Fernandes Jason D, Zamudio-Hurtado Armando, Clawson Hiram, Kent W James, Haussler David, Salama Sofie R, Haeussler Maximilian
1Genomics Institute, University of California, Santa Cruz, USA.
2Department of Biomolecular Engineering, University of California, Santa Cruz, USA.
Mob DNA. 2020 Mar 31;11:13. doi: 10.1186/s13100-020-00208-w. eCollection 2020.
Nearly half the human genome consists of repeat elements, most of which are retrotransposons, and many of which play important biological roles. However repeat elements pose several unique challenges to current bioinformatic analyses and visualization tools, as short repeat sequences can map to multiple genomic loci resulting in their misclassification and misinterpretation. In fact, sequence data mapping to repeat elements are often discarded from analysis pipelines. Therefore, there is a continued need for standardized tools and techniques to interpret genomic data of repeats.
We present the UCSC Repeat Browser, which consists of a complete set of human repeat reference sequences derived from annotations made by the commonly used program RepeatMasker. The UCSC Repeat Browser also provides an alignment from the human genome to these references, uses it to map the standard human genome annotation tracks, and presents all of them as a comprehensive interface to facilitate work with repetitive elements. It also provides processed tracks of multiple publicly available datasets of particular interest to the repeat community, including ChIP-seq datasets for KRAB Zinc Finger Proteins (KZNFs) - a family of proteins known to bind and repress certain classes of repeats. We used the UCSC Repeat Browser in combination with these datasets, as well as RepeatMasker annotations in several non-human primates, to trace the independent trajectories of species-specific evolutionary battles between LINE 1 retroelements and their repressors. Furthermore, we document at https://repeatbrowser.ucsc.edu how researchers can map their own human genome annotations to these reference repeat sequences.

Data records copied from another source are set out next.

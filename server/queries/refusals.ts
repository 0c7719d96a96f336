import type { RefusalView } from "../../shared/schemas/fit";
import { rows } from "../lib/db";
import { type Actor, visible } from "../lib/policy";
import { refusalPolicy } from "../policies";

/** A worker's refusals and non-wear with their reasons, the latest first, for whoever may read them. */
export function listRefusals(actor: Actor, workerId: string): Promise<RefusalView[]> {
  return rows<RefusalView>(
    `SELECT r.id, r.worker_id AS "workerId", r.model_id AS "modelId", m.name AS "modelName", r.kind, r.happened_on::text AS "happenedOn",
       r.reason, u.name AS "authorName"
     FROM protector_refusals r LEFT JOIN protector_models m ON m.id = r.model_id LEFT JOIN users u ON u.id = r.author_id
     WHERE r.worker_id = :workerId AND ${visible(refusalPolicy, actor, "r")} ORDER BY r.happened_on DESC, r.created_at DESC`,
    { workerId },
  );
}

The UCSC Repeat Browser allows easy and intuitive visualization of genomic data on consensus repeat elements, circumventing the problem of multi-mapping, in which sequencing reads of repeat elements map to multiple locations on the human genome. By developing a reference consensus, multiple datasets and annotation tracks can easily be overlaid to reveal complex evolutionary histories of repeats in a single interactive window. Specifically, we use this approach to retrace the history of several primate specific LINE-1 families across apes, and discover several species-specific routes of evolution that correlate with the emergence and binding of KZNFs.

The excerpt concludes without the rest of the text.